Insights from Bishops' Week

  • It has been a stimulating time at Bishop’s Week wrestling with both our spiritual journey of faithfulness and the role of the Extended Cabinet (Bishop, Lay Leader, DS, New Church Development, Treasurer and Assistant to the Bishop/Executive Director for Mission Ministry).  Today under Gil Rendle’s leadership we focus on issues involving “centers and edges” in organizational behavior and hybrid organizations.  Some of the pithy insights that have stimulated my thinking:
  • At the moment we are experiencing the downside of being centralized.  There is a good side and we need both!
  • Bishops, District Superintendents, Lay Leaders (among others) are at the center and yet need to encourage creative experiments and insight from the edges (which is a role fraught with contradictions!).
  • “We have inherited a spider [organization] with a central command.  We [at least some of us] desperately want to be a starfish but that is not us.  We are to be a hybrid organization.” 
  • “The Methodist movement was a reaction against the calmness with which English theologians had accepted and suppressed many of the vital elements of the Christian creed.” (The Cambridge History of English and American Literature).
  • “The movement which now bears Wesley’s name was at first distinctly a church movement owing its impetus to long neglected doctrines of the church.”  (The Cambridge History of English and American Literature).

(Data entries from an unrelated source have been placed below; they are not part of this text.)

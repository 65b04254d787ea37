package ingest

import (
	"bytes"
	"errors"
	"fmt"
	"slices"
	"strings"
)

// splitSheet cuts "file.xlsx#sheet" in two.
func splitSheet(path string) (file, sheet string) {
	if i := strings.LastIndex(strings.ToLower(path), ".xlsx#"); i >= 0 {
		return path[:i+5], path[i+6:]
	}
	return path, ""
}

// isSpreadsheet tells by the first bytes: .xlsx is a zip archive.
func isSpreadsheet(data []byte) bool { return bytes.HasPrefix(data, []byte("PK\x03\x04")) }

// isCompound: an old binary document (.xls), or an encrypted new one.
func isCompound(data []byte) bool {
	return bytes.HasPrefix(data, []byte("\xd0\xcf\x11\xe0\xa1\xb1\x1a\xe1"))
}

// readSpreadsheet reads a sheet, the first without a name, as rows of cells.
func readSpreadsheet(name string, data []byte, sheet string, o Options) (*parsed, error) {
	src, err := openSheet(name, data, sheet, o)
	if err != nil {
		return nil, err
	}
	return readDelimited(src, o)
}

// openSheet turns a sheet into a source whose lines are its rows.
func openSheet(name string, data []byte, sheet string, o Options) (*source, error) {
	bad := func(found, expected, hint string) *Error {
		return &Error{File: name, Found: found, Expected: expected, Hint: hint, bare: true}
	}
	book, oerr := openXLSX(data, o.MaxBytes)
	switch {
	case errors.Is(oerr, ErrTooLarge):
		return nil, tooLarge(name, o.MaxBytes)
	case oerr != nil:
		return nil, bad(shorten(oneLine(oerr.Error())), "a spreadsheet (.xlsx)", "save it again, or export CSV")
	}
	var names []string
	for _, s := range book.sheets {
		names = append(names, s.name)
	}
	at := 0
	switch {
	case len(names) == 0:
		return nil, bad("none", "a spreadsheet with sheets", "")
	case sheet != "":
		if at = slices.Index(names, sheet); at < 0 {
			at = slices.IndexFunc(names, func(s string) bool { return strings.EqualFold(s, sheet) })
		}
		if at < 0 {
			e := bad(fmt.Sprintf("no %q", sheet), "a sheet of "+strings.Join(names, ", "), "")
			e.Err = ErrUsage
			return nil, e
		}
	}
	src := &source{name: name, delim: cellMark, decimal: '.', sheet: names[at]}
	var b strings.Builder
	clean := strings.NewReplacer("\n", " ", "\r", " ", string(rune(cellMark)), " ")
	rerr := book.rows(book.sheets[at], func(num int, cells []string) error {
		start := b.Len()
		empty := true
		for i, c := range cells {
			if i > 0 {
				b.WriteByte(cellMark)
			}
			c = clean.Replace(c)
			empty = empty && strings.TrimSpace(c) == ""
			b.WriteString(c)
		}
		if !empty {
			src.lines = append(src.lines, line{int32(start), int32(b.Len()), int32(num)})
		}
		if int64(b.Len()) > o.MaxBytes {
			return ErrTooLarge
		}
		return nil
	})
	switch {
	case errors.Is(rerr, ErrTooLarge):
		return nil, tooLarge(name, o.MaxBytes)
	case rerr != nil:
		return nil, bad(shorten(oneLine(rerr.Error())), "a sheet of cells", "save it again, or export CSV")
	}
	src.text = b.String()
	src.detectDecimal()
	return src, nil
}

// detectDecimal chooses the decimal sign of cells that hold text: a comma if
// that makes numbers of more cells.
func (s *source) detectDecimal() {
	var cells []span
	point, comma := 0, 0
	for _, l := range s.lines[:min(len(s.lines), 500)] {
		cells = s.split(l, cells)
		for _, c := range cells {
			t := s.cell(c)
			if strings.IndexByte(t, ',') >= 0 && looksNumber(t, ',') {
				comma++
			}
			if strings.IndexByte(t, '.') >= 0 && looksNumber(t, '.') {
				point++
			}
		}
	}
	if comma > point {
		s.decimal = ','
	}
}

            Leadership needs to focus on storytelling and being champions of the mission and purpose.  We need to be catalysts and open system mangers (all the while we keep things organized! – no easy action).  We need to be grief mangers as an old way of doing and being church passes.             A last pithy quote from Gil (though I do not think it is original to him):  “Perhaps we are too busy trying to calm waters that God is trying to stir.”